* EXERCISE DETAILS
Below is a block of records. Copy every line in it that contains the word "wanted".

(Source records)
/**
 * The sift as a student uses it in the field: a 390 × 844 touch phone and a laptop. A pick never moves
 * the page or the focus, jumps land with the trait on screen, lengths convert and are checked, and an
 * answer the rest disagrees with is named.
 */
import fs from 'node:fs';
import path from 'node:path';
import { expect } from 'chai';
import type { BrowserContextOptions, Page } from 'playwright-core';
import { browserSuite } from './support/harness';
import { SCREENSHOT_DIR } from './support/server';
import { expectNoSidewaysOverflow, seriousViolations } from './support/checks';
import { openPart, seenSoFar, waitForLeader, waitForSift } from './support/sift-page';

const PHONE: BrowserContextOptions = { viewport: { width: 390, height: 844 }, hasTouch: true, isMobile: true, deviceScaleFactor: 2, serviceWorkers: 'block' };
const LAPTOP: BrowserContextOptions = { viewport: { width: 1280, height: 800 }, serviceWorkers: 'block' };

/**
 * Ten answers a red maple shows. Harlow and Harrar, Textbook of Dendrology, and USDA Agriculture
 * Handbook 654 (Silvics of North America), Acer rubrum: leaves opposite, simple, palmately 3–5-lobed,
 * lobes pointed, margins serrate (doubly so), palmately veined, pale or whitened beneath, on round
 * petioles; fruit paired samaras; young bark smooth light gray (from memory).
 */
const RED_MAPLE: ReadonlyArray<{ part: string; trait: string; answer: string }> = [
  { part: 'Leaf', trait: 'leaf-arrangement', answer: 'opposite' },
  { part: 'Leaf', trait: 'foliage', answer: 'broad' },
  { part: 'Leaf', trait: 'leaf-type', answer: 'simple' },
  { part: 'Leaf', trait: 'leaf-lobing', answer: 'palmately-lobed' },
  { part: 'Leaf', trait: 'leaf-margin', answer: 'serrate' },
  { part: 'Leaf', trait: 'lobe-tips', answer: 'pointed' },
  { part: 'Leaf', trait: 'venation', answer: 'palmate' },
  { part: 'Leaf', trait: 'leaf-surface', answer: 'whitened-below' },
  { part: 'Leaf', trait: 'petiole-form', answer: 'round' },
  { part: 'Fruit', trait: 'fruit-type', answer: 'paired-samara' },
];
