def backup(dest: Path, *, database_url: str | None = None, photo_dir: Path | None = None) -> str:
    """Copy the live SQLite database to ``dest`` (a new file) and its photos to
    ``<dest>-photos/`` (:func:`photos_beside`). Returns a one-line summary.

    Photo files never change once written (a new photo has a new name), so the photos are
    copied before the database's snapshot and once more after it (only files not yet copied):
    every photo of the snapshot has its file in the copy, and files of photos the snapshot does
    not hold are left out."""
    path = sqlite_file(database_url)
    if not path.exists():
        raise CommandError(f"there is no database at {path} (run warmstead migrate first)")
    if dest.exists() or photos_beside(dest).exists():
        raise CommandError(f"{dest} exists already: choose a new file name")
    dest.parent.mkdir(parents=True, exist_ok=True)
    photos_from = photo_root(database_url, photo_dir)
    photos_partial = dest.with_name(f".{dest.name}-photos.partial-{os.getpid()}")
    _copy_new_files(photos_from, photos_partial)
    partial = dest.with_name(f".{dest.name}.partial-{os.getpid()}")
    source = sqlite3.connect(path, timeout=30)
    target = sqlite3.connect(partial)
    try:
        _copy(source, target)
        target.execute("PRAGMA journal_mode=DELETE")  # the copy is one self-contained file
        verdict = _integrity(target)
        houses = _count(target, "houses")
    finally:
        target.close()
        source.close()
    if verdict != "ok":
        partial.unlink(missing_ok=True)
        shutil.rmtree(photos_partial, ignore_errors=True)
        raise CommandError(f"the copy failed its integrity check ({verdict}); nothing written")
    _copy_new_files(photos_from, photos_partial)  # those added while the snapshot was taken
    photos = _keep_only(photos_partial, _photo_files(partial))
    with open(partial, "rb") as handle:
        os.fsync(handle.fileno())
    os.replace(photos_partial, photos_beside(dest))
    os.replace(partial, dest)
    _fsync_dir(dest.parent)
    size_mb = dest.stat().st_size / 1e6
    return (f"backup written: {dest} ({size_mb:.2f} MB, {houses} houses, integrity ok) and "
            f"{photos} photos in {photos_beside(dest)}")  # fmt: skip


def _copy_new_files(source: Path, target: Path) -> None:
    """Copy each file under ``source`` that ``target`` does not hold yet (flushed to disk)."""
    target.mkdir(parents=True, exist_ok=True)
    if not source.is_dir():
        return
    for item in sorted(source.rglob("*")):
        if not item.is_file() or item.name.startswith("."):  # a file being written: not yet
            continue
        copy = target / item.relative_to(source)
        if copy.exists():
            continue
        copy.parent.mkdir(parents=True, exist_ok=True)
        shutil.copy2(item, copy)
        with open(copy, "rb") as handle:
            os.fsync(handle.fileno())


def _photo_files(database: Path) -> set[str] | None:
    """The relative paths of the photo files a database's rows name (None: no photos table)."""
    connection = sqlite3.connect(f"{database.resolve().as_uri()}?mode=ro", uri=True)
    try:
        rows = connection.execute(
            "SELECT organization_id, house_id, storage_key, content_type FROM photos"
        ).fetchall()
    except sqlite3.OperationalError:
        return None
    finally:
        connection.close()
    ext = {"image/jpeg": "jpg", "image/png": "png"}
    return {f"{org}/{house}/{key}.{ext.get(kind, 'jpg')}" for org, house, key, kind in rows}


def _keep_only(directory: Path, wanted: set[str] | None) -> int:
    """Remove the files under ``directory`` not in ``wanted``; the number of files kept."""
    kept = 0
    for item in sorted(directory.rglob("*"), reverse=True):
        if item.is_file():
            if wanted is not None and item.relative_to(directory).as_posix() not in wanted:
                item.unlink()
            else:
                kept += 1
        elif item.is_dir() and not any(item.iterdir()):
            item.rmdir()
    return kept
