def test_annual_heat_loss_hand_worked() -> None:
    # 77.64333 W for 5000 h = 388216.7 Wh = 388.2167 kWh = 1.397580e9 J.
    energy = annual_heat_loss(77.64333, 5000)
    assert energy.energy_kwh == pytest.approx(388.2167, rel=1e-6)
    assert energy.energy_j == pytest.approx(1.397580e9, rel=1e-6)
    with pytest.raises(PipeInputError):
        annual_heat_loss(77.0, 9000)


@pytest.mark.parametrize(
    ("build", "parameter"),
    [
        (lambda: PipeLayer(-0.01, 0.035), "thickness_m"),
        (lambda: PipeLayer(0.01, 0.0), "conductivity_w_mk"),
        (lambda: PipeLayer(0.01, math.inf), "conductivity_w_mk"),
        (lambda: PipeRun(0.0, (), 55, 15), "pipe_outer_diameter_m"),
        (lambda: PipeRun(0.022, (), math.nan, 15), "fluid_temperature_c"),
        (lambda: PipeRun(0.022, (), 55, -300), "ambient_temperature_c"),
        (lambda: PipeRun(0.022, (), 55, 15, emissivity=1.5), "emissivity"),
        (
            lambda: PipeRun(0.022, (), 55, 15, surface_coefficient_w_m2k=0.0),
            "surface_coefficient_w_m2k",
        ),
        (lambda: PipeRun(0.022, (), 55, 15, length_m=-1.0), "length_m"),
        (lambda: pipe_heat_loss(PipeRun(0.022, (), 700, 15)), "fluid_temperature_c"),
    ],
)
def test_physics_rejects_bad_input(build, parameter: str) -> None:
    with pytest.raises(ValueError) as caught:
        build()
    assert caught.value.parameter == parameter


@pytest.mark.parametrize(
    ("build", "words"),
    [
        # 8784 h = 366 days x 24 h
        (lambda: annual_heat_loss(77.0, 9000), "must be at most 8784 hours"),
        (lambda: annual_heat_loss(math.nan, 10), "the heat loss must be a finite number"),
        (lambda: PipeLayer(math.nan, 0.04), "must be a finite number (not NaN or infinity)"),
        (lambda: PipeLayer(-1.0, 0.04), "must be greater than zero"),
        # 1e-5 m = 0.01 mm = 0.01 / 25.4 in = 0.000394 in
        (lambda: PipeLayer(1e-6, 0.04), "must be at least 0.01 mm (0.000394 in)"),
        # 1000 °C = 1000 x 9/5 + 32 = 1832 °F
        (
            lambda: PipeRun(0.022, (), -300, 15),
            "must be above absolute zero (-273.15 °C, -459.67 °F) and at most 1000 °C (1832 °F)",
        ),
        (
            lambda: PipeRun(0.022, (), 55, 15, emissivity=2.0),
            "must be greater than 0 and at most 1",
        ),
        # 1e6 m / 0.3048 m/ft = 3.28084e6 ft
        (
            lambda: PipeRun(0.022, (), 55, 15, length_m=2e6),
            "must be at most 1e+06 m (3.28084e+06 ft)",
        ),
    ],
)
def test_input_errors_are_worded_in_both_unit_systems(build, words: str) -> None:
    with pytest.raises(PipeInputError) as caught:
        build()
    assert error_words(caught.value) == words


def test_rayleigh_caution_words() -> None:
    # The Churchill–Chu correlation is fitted up to Ra = 1e12 (Bergman et al. eq. 9.34).
    result = pipe_heat_loss(_run(22, [(19, 0.035)], 55, 15, h=9.0))
    words = caution_words(PipeCaution(CautionKind.HIGH_RAYLEIGH, 3.4e12), result)
    assert words.startswith("The Rayleigh number 3.4e+12 is above 1e12")


@QUICK
@given(
    diameter_mm=st.floats(10, 300),
    k=st.floats(0.02, 0.08),
    h=st.floats(3, 30),
    thin=st.floats(1, 100),
    extra=st.floats(0.1, 100),
)
def test_thicker_never_raises_loss_beyond_critical_radius(
    diameter_mm: float, k: float, h: float, thin: float, extra: float
) -> None:
    # Invariant (fixed h): once the outer radius is at or past k/h, more insulation never
    # raises the loss (dR'/dr = 1/(2 pi r) (1/k - 1/(r h)) >= 0 there).
    assume(diameter_mm / 2e3 + thin / 1e3 >= k / h)
    q_thin = pipe_heat_loss(_run(diameter_mm, [(thin, k)], 60, 20, h=h)).heat_loss_per_length_w_m
    q_thick = pipe_heat_loss(_run(diameter_mm, [(thin + extra, k)], 60, 20, h=h))
    assert q_thick.heat_loss_per_length_w_m <= q_thin * (1 + 1e-12)


@FEW
@given(
    diameter_mm=st.floats(20, 200),
    k=st.floats(0.02, 0.045),
    thin=st.floats(5, 80),
    extra=st.floats(1, 80),
    fluid_c=st.floats(25, 150),
)
def test_thicker_never_raises_loss_computed_coefficient(
    diameter_mm: float, k: float, thin: float, extra: float, fluid_c: float
) -> None:
    # Same invariant with h from convection + radiation (r >= 10 mm > k/h ~ 0.045/7 = 6.4 mm).
    q_thin = pipe_heat_loss(_run(diameter_mm, [(thin, k)], fluid_c, 20)).heat_loss_per_length_w_m
    q_thick = pipe_heat_loss(_run(diameter_mm, [(thin + extra, k)], fluid_c, 20))
    assert q_thick.heat_loss_per_length_w_m <= q_thin * (1 + 1e-9)
    assert 20 <= q_thick.surface_temperature_c <= fluid_c


@QUICK
@given(
    diameter_mm=st.floats(5, 300),
    thickness_mm=st.floats(1, 100),
    k=st.floats(0.01, 1.0),
    ratio=st.floats(1.01, 10),
    h=st.floats(2, 50),
)
def test_better_insulation_never_raises_loss(
    diameter_mm: float, thickness_mm: float, k: float, ratio: float, h: float
) -> None:
    # Invariant: at the same thickness, a lower conductivity never raises the loss.
    worse = pipe_heat_loss(_run(diameter_mm, [(thickness_mm, k * ratio)], 60, 20, h=h))
    better = pipe_heat_loss(_run(diameter_mm, [(thickness_mm, k)], 60, 20, h=h))
    assert better.heat_loss_per_length_w_m < worse.heat_loss_per_length_w_m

* TASK RESULT
def _keep_only(directory: Path, wanted: set[str] | None) -> int:
    """Remove the files under ``directory`` not in ``wanted``; the number of files kept."""
            if wanted is not None and item.relative_to(directory).as_posix() not in wanted:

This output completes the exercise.